/*
This documents the processing of zea mays ESTs to the rice genome.
Lenny Teytelman
Mon Mar 25 11:48:03 2002
*/

The BACs/PACs are from the GenBank Entrez Nucleotide query:

"Oryza [ORGN] AND (30000 [SLEN]:250000 [SLEN]) AND ((htg [KYWD] OR BAC
[ALL] OR chromosome [TITL] OR PAC [ALL]) NOT (marker [TITL] OR cDNA
[TITL] OR mRNA [TITL] OR RAPD [TITL] OR GSS [KYWD] OR telomere [TITL]
OR protein[TITL]))" for BACs, and

The ESTs are from the GenBank nucleotide query "txid4577[orgn]  AND
gbdiv_est[PROP]"  The average ESTs length is 462.



1,847 sequences were compared to  147,657 ESTs using BLAT with
mindIdentity=50.   The 194,774 BLAT hits were filtered using pslReps
utility with -minAli=0.85 -nearTop=0.01.  This resulted in 113,774
alignments.

The lengths of the matches are distributed as follows:

Length of
hits	     Count
--------     ------
0-100		22936
100-150		16744
150-200		15256
200-250		13538
250-300		14785
300-350		11878
350-400		9652
400-450		4258
450-500		2373
500-550		1501
550-600		579
600-650		182
650-700		56
700-750		11
750-800		12
>800		13



Removing matches with less than 150bp match-length leaves 73,771 hits.
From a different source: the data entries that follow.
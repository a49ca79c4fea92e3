"""The threads around inference: order kept, queues bounded, errors re-raised where they belong."""

from __future__ import annotations

import threading
import time

import pytest

from redact.media.stages import WriteBehind, map_ahead, read_ahead


def test_read_ahead_keeps_order_and_bounds_the_queue():
    produced = []

    def items():
        for i in range(50):
            produced.append(i)
            yield i

    it = read_ahead(items(), depth=3)
    assert next(it) == 0
    time.sleep(0.2)  # give the producer time to run ahead as far as it may
    assert len(produced) <= 1 + 3 + 1  # consumed + queued + one blocked in put
    assert list(it) == list(range(1, 50))


def test_read_ahead_reraises_the_producer_error_after_the_good_items():
    def items():
        yield 1
        yield 2
        raise ValueError("decoder broke")

    got = []
    with pytest.raises(ValueError, match="decoder broke"):
        for x in read_ahead(items(), depth=2):
            got.append(x)
    assert got == [1, 2]


def test_read_ahead_stops_its_thread_when_the_consumer_stops():
    before = threading.active_count()
    it = read_ahead(iter(range(10_000)), depth=2)
    next(it)
    it.close()
    assert threading.active_count() == before


def test_write_behind_calls_in_order_and_reraises():
    seen = []
    with WriteBehind(lambda x: seen.append(x), depth=2) as w:
        for i in range(20):
            w.submit(i)
    assert seen == list(range(20))

    def sink(x):
        if x == 3:
            raise OSError("disk full")

    w = WriteBehind(sink, depth=2)
    with pytest.raises(OSError, match="disk full"):
        for i in range(100):
            w.submit(i)
            time.sleep(0.001)
        w.close()


def test_map_ahead_keeps_order_while_calls_overlap():
    """Later items finish first (shorter sleeps), yet results come back in input order, and two
    calls really ran at the same time."""
    running, peak, lock = [0], [0], threading.Lock()

    def slow(i):
        with lock:
            running[0] += 1
            peak[0] = max(peak[0], running[0])
        time.sleep(0.02 if i % 2 == 0 else 0.001)
        with lock:
            running[0] -= 1
        return i * i

    out = list(map_ahead(slow, range(20), workers=2))
    assert [(i, r, e) for i, r, e in out] == [(i, i * i, None) for i in range(20)]
    assert peak[0] == 2


def test_map_ahead_hands_each_error_to_its_own_item():
    def fn(i):
        if i in (3, 7):
            raise ValueError(f"bad {i}")
        return i

    for workers in (1, 2):
        out = list(map_ahead(fn, range(10), workers=workers))
        assert [i for i, _, _ in out] == list(range(10))
        assert {i: str(e) for i, _, e in out if e is not None} == {3: "bad 3", 7: "bad 7"}
        assert [r for i, r, e in out if e is None] == [0, 1, 2, 4, 5, 6, 8, 9]


def test_map_ahead_takes_a_bounded_number_of_items_ahead():
    taken = []

    def items():
        for i in range(1000):
            taken.append(i)
            yield i

    it = map_ahead(lambda i: i, items(), workers=2)
    assert next(it)[0] == 0
    time.sleep(0.1)
    assert len(taken) <= 2 * 2 + 1
    it.close()  # stops early without waiting for the rest


def test_map_ahead_with_one_worker_calls_in_the_callers_thread():
    caller = threading.get_ident()
    seen = [ident for _, ident, _ in map_ahead(lambda i: threading.get_ident(), range(5), workers=1)]
    assert seen == [caller] * 5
Many of the ESTs hit more than once.  The distribution of the hit
frequencies is:

# Of
Hits per
Feature       Count
-------       -----
01		23982
02		11165
03		3571
04		1135
05		459
06		418
07		274
08		139
09		90
10		58
20		204
40		15



ESTs that hit more than three times are removed, with 57,025 hits
remaining.  These matches have the following distribution of the percent
identity per hit:

% Identity	 Count
----------	 ----------
82		445
83		1602
84		2512
85		3606
86		4654
87		5710
88		6861
89		7459
90		7263
91		5769
92		4022
93		2744
94		1975
95		1193
96		508
97		245
98		345
99		100
100		12


The distribution of the sequenced clone gaps is:

Bac Gap
Length	      Count
------	      ----------
01000		48983
02000		5755
03000		1064
04000		250
05000		168
06000		108
07000		45
08000		76
09000		43
10000		43
20000		201
30000		111
40000		116
50000		20
60000		24
70000		15
>90000		3


The hits represent 38,718 unique ESTs and 1,625 sequenced clones.
Those having at least one gap of length 50 or above, are considered
multi-exon hits.  30,186 are multi-exon and 10,181 are single-exon hits.